» **Required work**: Where the records below have a line with "ColumnOfTerm", that line is to be copied.

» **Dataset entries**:
------
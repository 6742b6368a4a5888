// Re-expressions as scalars, there and back, dates, and reading dirty columns.
//
// A value outside a transform's domain gives NULL, and so do arguments outside theirs (an sd of 0,
// a base of 1): in a query these often come from data, out of windows and joins. In a spec, which
// is written by hand, such arguments are an error.
#include <array>
#include <cmath>

#include "core/transform/calendar.h"
#include "core/transform/transform.h"
#include "ext/function_tables.h"

namespace ladderline {
namespace {

enum class Way { kForward, kBack };

// word(value [, arguments of the kind]).
template <TransformKind kind, Way way>
void ReExpressed(Call& call) {
  const auto given = static_cast<size_t>(call.count() - 1);
  if (!Transform::Takes(kind, given)) {
    call.Throw("takes (" + std::string(call.row().arguments) + "), got " +
               std::to_string(call.count()) + " arguments");
  }
  std::array<double, 5> numbers;
  if (!call.Numbers(numbers)) return call.ReturnNull();
  const auto transform = Transform::TryMake(kind, {numbers.data() + 1, given});
  if (!transform) return call.ReturnNull();
  call.Return(way == Way::kForward ? transform->Forward(numbers[0]) : transform->Back(numbers[0]));
}

void ReturnDays(Call& call) {
  if (sqlite3_value_type(call.value(0)) != SQLITE_TEXT) return call.ReturnNull();
  const std::optional<int> days = DaysOfDate(TextOf(call.value(0)));
  days ? call.Return(std::int64_t{*days}) : call.ReturnNull();
}

void ReturnDate(Call& call) {
  const std::optional<double> days = call.Number(0);
  const auto date = days ? DateOfDays(*days) : std::nullopt;
  date ? call.Return(std::string_view(*date)) : call.ReturnNull();
}

// The transform that argument 1 spells. The host keeps it from row to row where the spec is the
// same literal or parameter throughout.
Transform SpecOf(Call& call, std::string_view text) {
  constexpr int kSpec = 1;
  if (const void* kept = sqlite3_get_auxdata(call.context(), kSpec))
    return *static_cast<const Transform*>(kept);
  const auto reading = Transform::ReadSpec(text);
  if (!reading.ok()) {
    call.Throw("spec must be a transform and its arguments, got " + Describe(call.value(kSpec)) +
               ": " + reading.error());
  }
  if (reading.value().needs_estimate()) call.ThrowBad(kSpec, "must give its arguments as numbers");
  const Transform transform = *reading.value().transform;
  sqlite3_set_auxdata(call.context(), kSpec, new Transform(transform),
                      [](void* kept) { delete static_cast<Transform*>(kept); });
  return transform;
}

template <Way way>
void BySpec(Call& call) {
  const std::optional<std::string_view> text = call.Text(1);
  if (!text) return call.ReturnNull();
  const Transform transform = SpecOf(call, *text);
  if (transform.kind() == TransformKind::kDateDays)
    return way == Way::kForward ? ReturnDays(call) : ReturnDate(call);
  const std::optional<double> x = call.Number(0);
  if (!x) return call.ReturnNull();
  call.Return(way == Way::kForward ? transform.Forward(*x) : transform.Back(*x));
}

bool IsInteger(sqlite3_value* value) { return sqlite3_value_numeric_type(value) == SQLITE_INTEGER; }

void NumberOrNull(Call& call) {
  sqlite3_value* x = call.value(0);
  const NumberReading number = ReadNumber(x);
  const bool is_number = number.kind == NumberReading::Kind::kNumber;
  bool is_code = false;
  for (int i = 1; i < call.count(); ++i) {
    sqlite3_value* code = call.value(i);
    if (sqlite3_value_type(code) == SQLITE_BLOB) call.ThrowBad(i, "must be a number or text");
    const NumberReading reading = ReadNumber(code);
    if (!is_number || reading.kind != NumberReading::Kind::kNumber) continue;
    // Integers beyond 2^53 keep their last digits.
    is_code |= IsInteger(x) && IsInteger(code) ? sqlite3_value_int64(x) == sqlite3_value_int64(code)
                                               : number.number == reading.number;
  }
  if (!is_number || is_code) return call.ReturnNull();
  IsInteger(x) ? call.Return(std::int64_t{sqlite3_value_int64(x)}) : call.Return(number.number);
}

template <TransformKind kind>
constexpr ScalarCall kForward = ReExpressed<kind, Way::kForward>;
template <TransformKind kind>
constexpr ScalarCall kBack = ReExpressed<kind, Way::kBack>;

constexpr const char* kBoxCoxSource = "Box & Cox 1964";
constexpr const char* kYeoJohnsonSource = "Yeo & Johnson 2000";

using enum TransformKind;

constexpr FunctionRow kRows[] = {
    Scalar("log_offset", 1, 3, "x [, offset = 0 [, base = e]]", kForward<kLogOffset>,
           "The logarithm of x + offset; NULL unless x + offset > 0.", "",
           "SELECT log_offset(119, 1), log_offset(1000, 0, 10)"),
    Scalar("log_offset_inverse", 1, 3, "z [, offset = 0 [, base = e]]", kBack<kLogOffset>,
           "Back from log_offset: base^z - offset.", "",
           "SELECT log_offset_inverse(log_offset(119, 1), 1)"),
    Scalar("sqrt_offset", 1, 2, "x [, offset = 0]", kForward<kSqrtOffset>,
           "The square root of x + offset; NULL unless x + offset >= 0.", "",
           "SELECT sqrt_offset(15, 1)"),
    Scalar("sqrt_offset_inverse", 1, 2, "z [, offset = 0]", kBack<kSqrtOffset>,
           "Back from sqrt_offset: z squared - offset; NULL for z < 0.", "",
           "SELECT sqrt_offset_inverse(4, 1)"),
    Scalar("square", 1, 1, "x", kForward<kSquare>,
           "x squared: draws out the upper end of a left-skewed measure.", "", "SELECT square(90)"),
    Scalar("square_inverse", 1, 1, "z", kBack<kSquare>,
           "Back from square: the root that is not negative; NULL for z < 0.", "",
           "SELECT square_inverse(8100)"),
    Scalar("power_of", 2, 2, "x, p", kForward<kPowerOf>,
           "x to the power p; NULL for x < 0, for x = 0 unless p > 0, and for p = 0.", "",
           "SELECT power_of(27, 1.0 / 3)"),
    Scalar("power_of_inverse", 2, 2, "z, p", kBack<kPowerOf>,
           "Back from power_of: z to the power 1/p.", "",
           "SELECT power_of_inverse(power_of(27, -0.5), -0.5)"),
    Scalar("reciprocal", 1, 1, "x", kForward<kReciprocal>,
           "1/x, its own way back; turns order and units round (repairs per visit to visits per "
           "repair); NULL at 0.",
           "", "SELECT reciprocal(4)"),
    Scalar("negative_reciprocal", 1, 1, "x", kForward<kNegativeReciprocal>,
           "-1/x, its own way back; keeps the order of positive values; NULL at 0.", "",
           "SELECT negative_reciprocal(4)"),
    Scalar(
        "log_reflected", 2, 2, "x, top", kForward<kLogReflected>,
        "-ln(top - x), for left-skewed measures with a ceiling; keeps the order; NULL unless x < "
        "top.",
        "", "SELECT log_reflected(88, 101)"),
    Scalar("log_reflected_inverse", 2, 2, "z, top", kBack<kLogReflected>,
           "Back from log_reflected: top - exp(-z).", "",
           "SELECT log_reflected_inverse(log_reflected(88, 101), 101)"),
    Scalar(
        "box_cox", 2, 3, "x, lambda [, offset = 0]", kForward<kBoxCox>,
        "((x + offset)^lambda - 1)/lambda, the logarithm at lambda = 0; NULL unless x + offset > "
        "0.",
        kBoxCoxSource, "SELECT box_cox(120.5, 0.25)"),
    Scalar("box_cox_inverse", 2, 3, "z, lambda [, offset = 0]", kBack<kBoxCox>,
           "Back from box_cox; NULL where lambda z + 1 < 0.", kBoxCoxSource,
           "SELECT box_cox_inverse(box_cox(120.5, 0.25), 0.25)"),
    Scalar(
        "yeo_johnson", 2, 2, "x, lambda", kForward<kYeoJohnson>,
        "A power transform for values of both signs: box_cox of 1 + x from 0 on, its mirror image "
        "with 2 - lambda below.",
        kYeoJohnsonSource, "SELECT yeo_johnson(-3, 0.5), yeo_johnson(3, 0.5)"),
    Scalar("yeo_johnson_inverse", 2, 2, "z, lambda", kBack<kYeoJohnson>, "Back from yeo_johnson.",
           kYeoJohnsonSource, "SELECT yeo_johnson_inverse(yeo_johnson(-3, 0.5), 0.5)"),
    Scalar("asinh_scaled", 2, 2, "x, theta", kForward<kAsinhScaled>,
           "asinh(theta x)/theta: like a logarithm for large values of both signs, like x near 0; "
           "NULL unless theta > 0.",
           "", "SELECT asinh_scaled(-250, 0.1)"),
    Scalar("asinh_scaled_inverse", 2, 2, "z, theta", kBack<kAsinhScaled>,
           "Back from asinh_scaled: sinh(theta z)/theta.", "",
           "SELECT asinh_scaled_inverse(asinh_scaled(-250, 0.1), 0.1)"),
    Scalar(
        "logit", 1, 4, "p [, low = 0, high = 1 [, inset = 0]]", kForward<kLogit>,
        "ln(q/(1 - q)) of the share q that p has of low ... high, moved inwards by inset so that "
        "scores at the ends keep a value; NULL unless 0 < q < 1.",
        "", "SELECT logit(0.8), logit(100, 0, 100, 0.01)"),
    Scalar("logit_inverse", 1, 4, "z [, low = 0, high = 1 [, inset = 0]]", kBack<kLogit>,
           "Back from logit.", "", "SELECT logit_inverse(logit(88, 0, 100), 0, 100)"),
    Scalar("z_score", 3, 3, "x, mean, sd", kForward<kZScore>,
           "(x - mean)/sd; NULL unless sd > 0. Mean and sd may come from windows.", "",
           "SELECT z_score(57, 45, 6)"),
    Scalar("z_score_inverse", 3, 3, "z, mean, sd", kBack<kZScore>,
           "Back from z_score: mean + z sd.", "", "SELECT z_score_inverse(2, 45, 6)"),
    Scalar("rescale", 3, 5, "x, old_low, old_high [, new_low = 0, new_high = 1]",
           kForward<kRescale>,
           "Maps old_low ... old_high on new_low ... new_high by a line, beyond the ends too; NULL "
           "where the ends of a range are equal.",
           "", "SELECT rescale(15, 10, 30), rescale(15, 10, 30, 0, 100)"),
    Scalar("rescale_inverse", 3, 5, "z, old_low, old_high [, new_low = 0, new_high = 1]",
           kBack<kRescale>, "Back from rescale, given the same ranges.", "",
           "SELECT rescale_inverse(25, 10, 30, 0, 100)"),
    Scalar("center", 2, 2, "x, middle", kForward<kCenter>, "x - middle.", "",
           "SELECT center(57, 45)"),
    Scalar("center_inverse", 2, 2, "z, middle", kBack<kCenter>, "z + middle.", "",
           "SELECT center_inverse(12, 45)"),
    Scalar("date_days", 1, 1, "d", ReturnDays,
           "Days since 1970-01-01 of an ISO date, YYYY-MM-DD; NULL for anything else.",
           "ISO 8601, proleptic Gregorian calendar", "SELECT date_days('2024-02-29')"),
    Scalar(
        "date_from_days", 1, 1, "n", ReturnDate,
        "The ISO date of a whole number of days since 1970-01-01; NULL outside the years 0000 to "
        "9999.",
        "ISO 8601, proleptic Gregorian calendar", "SELECT date_from_days(19782)"),
    Scalar("re_express", 2, 2, "x, spec", BySpec<Way::kForward>,
           "x re-expressed by a spec: a function's name and its numbers, as in a model's labels.",
           "", "SELECT re_express(119, 'log_offset 1')"),
    Scalar("back_transform", 2, 2, "z, spec", BySpec<Way::kBack>,
           "The way back from re_express with the same spec.", "",
           "SELECT back_transform(re_express(119, 'log_offset 1'), 'log_offset 1')"),
    Scalar(
        "number_or_null", 1, kAnyCount, "x [, code ...]", NumberOrNull,
        "x if it is a number or text that reads as one and is none of the codes, else NULL. Codes "
        "compare as numbers: '-9', -9 and '-9.0' are one code; codes that are words need no "
        "listing.",
        "", "SELECT number_or_null('12.5'), number_or_null('n/a'), number_or_null('999', 999, -9)"),
};

}  // namespace

std::span<const FunctionRow> TransformFunctions() { return kRows; }

}  // namespace ladderline
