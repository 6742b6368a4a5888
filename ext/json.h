// A JSON value: built to be written as text, or read from it.
//
// nlohmann/json does the reading and printing, but its own tree is not used: it asks for memory
// while it is destroyed, in a destructor, so that running out of memory there would end the host's
// process. This one speaks the same way where it can.
//
//   Json result;
//   result["rows"] = 12;                                      // null becomes an object
//   result["bins"].push_back(Json::array(0.5, 1.5, 3));       // null becomes an array
//
// Objects keep the order in which keys were added. There are no braced lists of values: GCC 12
// destroys their temporaries wrongly when one of them runs out of memory.
#ifndef LADDERLINE_EXT_JSON_H_
#define LADDERLINE_EXT_JSON_H_

#include <concepts>
#include <cstdint>
#include <string>
#include <string_view>
#include <type_traits>
#include <utility>
#include <variant>
#include <vector>

#include "core/support/result.h"

namespace ladderline {

// A member of an object. A template, so that it is made where a value is whole already.
template <class Value>
struct JsonMember {
  std::string key;
  Value value;
};

class Json {
 public:
  using Member = JsonMember<Json>;
  using Array = std::vector<Json>;
  using Object = std::vector<Member>;

  Json() = default;  // null
  Json(std::nullptr_t) {}
  template <std::integral Integer>
  Json(Integer value) {
    if constexpr (std::same_as<Integer, bool>) {
      value_ = value;
    } else {
      value_ = static_cast<std::int64_t>(value);
    }
  }
  Json(double value);  // null where it is not finite
  Json(std::string value) : value_(std::move(value)) {}
  Json(std::string_view value) : value_(std::string(value)) {}
  Json(const char* value) : value_(std::string(value)) {}
  template <class... Items>
  static Json array(Items&&... items) {
    Json json;
    Array& elements = json.value_.emplace<Array>();
    elements.reserve(sizeof...(items));
    (elements.emplace_back(std::forward<Items>(items)), ...);
    return json;
  }
  static Json object();

  // The value of a whole text. Refused, in words that follow `it`: what is not JSON, a number
  // beyond the range of a double, a key that comes twice in one object, and more than 8 levels or
  // 100 keys in one object, which no result of this extension has. Whole numbers beyond 64 bits are
  // read as doubles.
  static Result<Json> Parse(std::string_view text);
  // The text; bytes that are not UTF-8 are replaced.
  std::string dump() const;

  bool is_null() const { return std::holds_alternative<std::nullptr_t>(value_); }
  bool is_boolean() const { return std::holds_alternative<bool>(value_); }
  bool is_number_integer() const { return std::holds_alternative<std::int64_t>(value_); }
  bool is_number() const { return is_number_integer() || std::holds_alternative<double>(value_); }
  bool is_string() const { return std::holds_alternative<std::string>(value_); }
  bool is_array() const { return std::holds_alternative<Array>(value_); }
  bool is_object() const { return std::holds_alternative<Object>(value_); }

  // The value, which must be of the kind asked for; a number may be read as any type of number.
  template <class T>
  T get() const {
    if constexpr (std::is_arithmetic_v<T> && !std::same_as<T, bool>) {
      return is_number_integer() ? static_cast<T>(std::get<std::int64_t>(value_))
                                 : static_cast<T>(std::get<double>(value_));
    } else {
      return std::get<T>(value_);
    }
  }

  // Of an array or an object; 0 and true for anything else.
  size_t size() const;
  bool empty() const { return size() == 0; }
  // Elements of an array; none of anything else.
  const Json* begin() const;
  const Json* end() const;
  const Json& operator[](size_t i) const { return std::get<Array>(value_)[i]; }
  Json& operator[](size_t i) { return std::get<Array>(value_)[i]; }
  void push_back(Json element);  // null becomes an array

  // Members of an object; null where there is no such key, or no object.
  const Json* Find(std::string_view key) const;
  bool contains(std::string_view key) const { return Find(key) != nullptr; }
  const Object& members() const { return std::get<Object>(value_); }
  const Json& operator[](std::string_view key) const { return *Find(key); }  // which must be there
  Json& operator[](std::string_view key);  // added where it is missing; null becomes an object

 private:
  class Builder;

  std::variant<std::nullptr_t, bool, std::int64_t, double, std::string, Array, Object> value_ =
      nullptr;
};

}  // namespace ladderline

#endif  // LADDERLINE_EXT_JSON_H_
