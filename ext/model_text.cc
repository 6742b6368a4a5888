#include "ext/model_text.h"

#include <algorithm>
#include <charconv>
#include <cmath>
#include <numbers>
#include <set>
#include <span>
#include <utility>
#include <vector>

#include "core/elementary/elementary.h"
#include "core/model/fit.h"
#include "core/support/distributions.h"
#include "core/support/text.h"
#include "ext/json.h"
#include "ext/packed_numbers.h"

namespace ladderline {
namespace {

// A fact of ModelFacts and its key, in the order of writing; `derived` gives its value where it
// follows from others.
struct FactKey {
  const char* key;
  double ModelFacts::*fact;
  double (*derived)(const Model&) = nullptr;
};

double Parameters(const Model& model) { return static_cast<double>(model.basis.fit.rank()) + 1; }
double Slopes(const Model& model) {
  return static_cast<double>(model.basis.fit.rank()) - (model.intercept ? 1 : 0);
}
double Aic(const Model& model, double log_likelihood) {
  return -2 * log_likelihood + 2 * Parameters(model);
}
double Bic(const Model& model, double log_likelihood) {
  return -2 * log_likelihood + Log(static_cast<double>(model.rows.fitted)) * Parameters(model);
}

constexpr FactKey kFactKeys[] = {
    {"residual_df", &ModelFacts::residual_df},
    {"residual_sd", &ModelFacts::residual_sd},
    {"median_absolute_error", &ModelFacts::median_absolute_error},
    {"r_squared", &ModelFacts::r_squared},
    {"adjusted_r_squared", &ModelFacts::adjusted_r_squared,
     [](const Model& m) {
       const double total_df = m.facts.residual_df + Slopes(m);
       return 1 - (1 - m.facts.r_squared) * total_df / m.facts.residual_df;
     }},
    {"f_df1", &ModelFacts::f_df1, Slopes},
    {"f_df2", &ModelFacts::f_df2, [](const Model& m) { return m.facts.residual_df; }},
    {"f", &ModelFacts::f,
     [](const Model& m) {
       const ModelFacts& facts = m.facts;
       return facts.r_squared / facts.f_df1 / ((1 - facts.r_squared) / facts.f_df2);
     }},
    {"f_p", &ModelFacts::f_p,
     [](const Model& m) { return FUpperTail(m.facts.f, m.facts.f_df1, m.facts.f_df2); }},
    {"log_likelihood", &ModelFacts::log_likelihood,
     [](const Model& m) {
       const auto rows = static_cast<double>(m.rows.fitted);
       const double spread = 2 * Log(m.facts.residual_sd);
       return -0.5 * rows * (Log(2 * std::numbers::pi * m.facts.residual_df / rows) + spread + 1);
     }},
    {"aic", &ModelFacts::aic, [](const Model& m) { return Aic(m, m.facts.log_likelihood); }},
    {"bic", &ModelFacts::bic, [](const Model& m) { return Bic(m, m.facts.log_likelihood); }},
    {"log_likelihood_original", &ModelFacts::log_likelihood_original},
    {"aic_original", &ModelFacts::aic_original,
     [](const Model& m) { return Aic(m, m.facts.log_likelihood_original); }},
    {"bic_original", &ModelFacts::bic_original,
     [](const Model& m) { return Bic(m, m.facts.log_likelihood_original); }},
    {"press", &ModelFacts::press},
};

// Whether a figure need not be written: it is what others say, to rounding.
bool Follows(double figure, double derived) {
  if (std::isnan(figure) || std::isnan(derived)) return std::isnan(figure) && std::isnan(derived);
  return figure == derived ||
         (std::isfinite(derived) &&
          std::abs(figure - derived) <= 1e-12 * std::max(std::abs(figure), std::abs(derived)));
}

bool IsKept(const Model& model, size_t term) {
  return (model.intercept && term == 0) || !std::isnan(model.terms[term].coefficient);
}

// The test of a column by the t of its only coefficient; NaN where it has none or several.
ColumnTest TestOfOne(const Model& model, int column, int parameters) {
  ColumnTest test{.column = column, .parameters = parameters};
  for (size_t j = 0; parameters == 1 && j < model.terms.size(); ++j) {
    const ModelTerm& term = model.terms[j];
    if (ColumnOf(term, model.columns) != column || !IsKept(model, j)) continue;
    const double t = term.coefficient / term.standard_error[0], s = model.facts.residual_sd;
    test.f = t * t;
    test.sum_of_squares = test.f * s * s;
    test.p_value = StudentTTwoSided(t, model.facts.residual_df);
  }
  return test;
}

// Cook's distance by the studentized residual (external) t and the leverage h.
double CooksDistanceOf(const Model& model, double t, double h) {
  const double df = model.facts.residual_df;
  const double internal = t * t * df / (df - 1 + t * t);
  return internal * h / (1 - h) / static_cast<double>(model.basis.fit.rank());
}

// The term's factors where the text has none.
const ModelColumn* ColumnOfTerm(const std::vector<ModelColumn>& columns, const std::string& name) {
  for (const ModelColumn& column : columns) {
    if (column.name == name && column.IsInput() && column.kind != ColumnKind::kCategory)
      return &column;
  }
  return nullptr;
}

bool HasPolynomial(const Model& model) {
  return std::any_of(model.terms.begin(), model.terms.end(),
                     [&](const ModelTerm& term) { return HasPower(term, model.columns); });
}

// Edge i of the bins of the fitted values: bins[i] ends at edge i + 1.
double BinEdge(double low, double high, size_t i, size_t bins) {
  return i == bins ? high
                   : low + static_cast<double>(i) * ((high - low) / static_cast<double>(bins));
}

// Keys of a term's standard errors, by ErrorKind.
constexpr std::array<const char*, kErrorKinds> kErrorKeys = {
    "standard_error", "hc0", "hc1", "hc2", "hc3", "cluster"};

constexpr std::array<std::string_view, 4> kCheckStatus = {"fine", "look", "problem",
                                                          "not computed"};

constexpr int kMostExponent = 2200;  // between the ends of the range of a double

constexpr double kExactIntegers = 9007199254740992.0;  // 2^53

// ---- Writing ----

// Whole numbers without a point; NaN and infinities as null.
Json NumberJson(double number) {
  if (!std::isfinite(number)) return nullptr;
  if (number == std::nearbyint(number) && std::abs(number) < kExactIntegers &&
      !(number == 0 && std::signbit(number)))
    return static_cast<std::int64_t>(number);
  return number;
}

Json RoundedJson(double number, int digits) {
  if (!std::isfinite(number)) return nullptr;
  char text[64];
  const auto end =
      std::to_chars(text, text + sizeof text, number, std::chars_format::scientific, digits - 1)
          .ptr;
  double rounded = number;
  std::from_chars(text, end, rounded);
  return NumberJson(rounded);
}

Json NumbersJson(std::span<const double> numbers) {
  Json out = Json::array();
  for (const double number : numbers) out.push_back(NumberJson(number));
  return out;
}

void PutNumber(Json& out, const char* key, double number) {
  if (!std::isnan(number)) out[key] = NumberJson(number);
}
void PutText(Json& out, const char* key, const std::string& text) {
  if (!text.empty()) out[key] = text;
}
template <class T>
void PutUnless(Json& out, const char* key, const T& value, const T& otherwise) {
  if (value != otherwise) out[key] = value;
}

Json ColumnJson(const ModelColumn& column) {
  Json out;
  out["name"] = column.name;
  PutText(out, "unit", column.unit);
  if (column.role != ColumnRole::kPredictor)
    out["role"] = kColumnRoleNames[static_cast<size_t>(column.role)];
  if (column.kind != ColumnKind::kNumber)
    out["kind"] = kColumnKindNames[static_cast<size_t>(column.kind)];
  PutUnless(out, "transform", column.transform.spec(), std::string("identity"));
  PutUnless(out, "degree", column.degree, 0);
  if (column.role == ColumnRole::kProduct)
    out["parts"] = Json::array(column.parts[0], column.parts[1]);
  if (!std::isnan(column.observed_low)) {
    out["values"] = NumbersJson(std::array{column.observed_low, column.lower_quartile,
                                           column.median, column.upper_quartile,
                                           column.observed_high, column.mean, column.sd});
  }
  for (const CategoryLevel& level : column.levels)
    out["levels"].push_back(Json::array(level.text, level.rows));
  PutUnless(out, "reference", column.reference, -1);
  PutUnless(out, "reference_given", column.reference_given, false);
  PutUnless<std::int64_t>(out, "missing", column.missing, 0);
  PutUnless<std::int64_t>(out, "outside", column.outside, 0);
  PutText(out, "note", column.note);
  return out;
}

Json TermJson(const ModelTerm& term, const Model& model) {
  Json out;
  out["name"] = term.name;
  const bool is_column = term.factors.size() == 1 && term.factors[0].level < 0 &&
                         term.factors[0].power == 1 &&
                         ColumnOfTerm(model.columns, term.name) ==
                             &model.columns[static_cast<size_t>(term.factors[0].column)];
  if (!term.factors.empty() && !is_column) {
    Json factors = Json::array();
    for (const Factor& factor : term.factors) {
      factors.push_back(factor.level < 0 ? Json::array(factor.column, factor.power)
                                         : Json::array(factor.column, 0, factor.level));
    }
    out["factors"] = std::move(factors);
  }
  out["coefficient"] = NumberJson(term.coefficient);
  PutNumber(out, kErrorKeys[0], term.standard_error[0]);
  constexpr int kRobustDigits = 14;
  for (size_t kind = 1; kind < kErrorKinds; ++kind) {
    if (!std::isnan(term.standard_error[kind]))
      out[kErrorKeys[kind]] = RoundedJson(term.standard_error[kind], kRobustDigits);
  }
  if (HasPower(term, model.columns)) PutNumber(out, "variance_inflation", term.variance_inflation);
  PutText(out, "note", term.note);
  return out;
}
------
» **Solution to this exercise**:
const ModelColumn* ColumnOfTerm(const std::vector<ModelColumn>& columns, const std::string& name) {
                         ColumnOfTerm(model.columns, term.name) ==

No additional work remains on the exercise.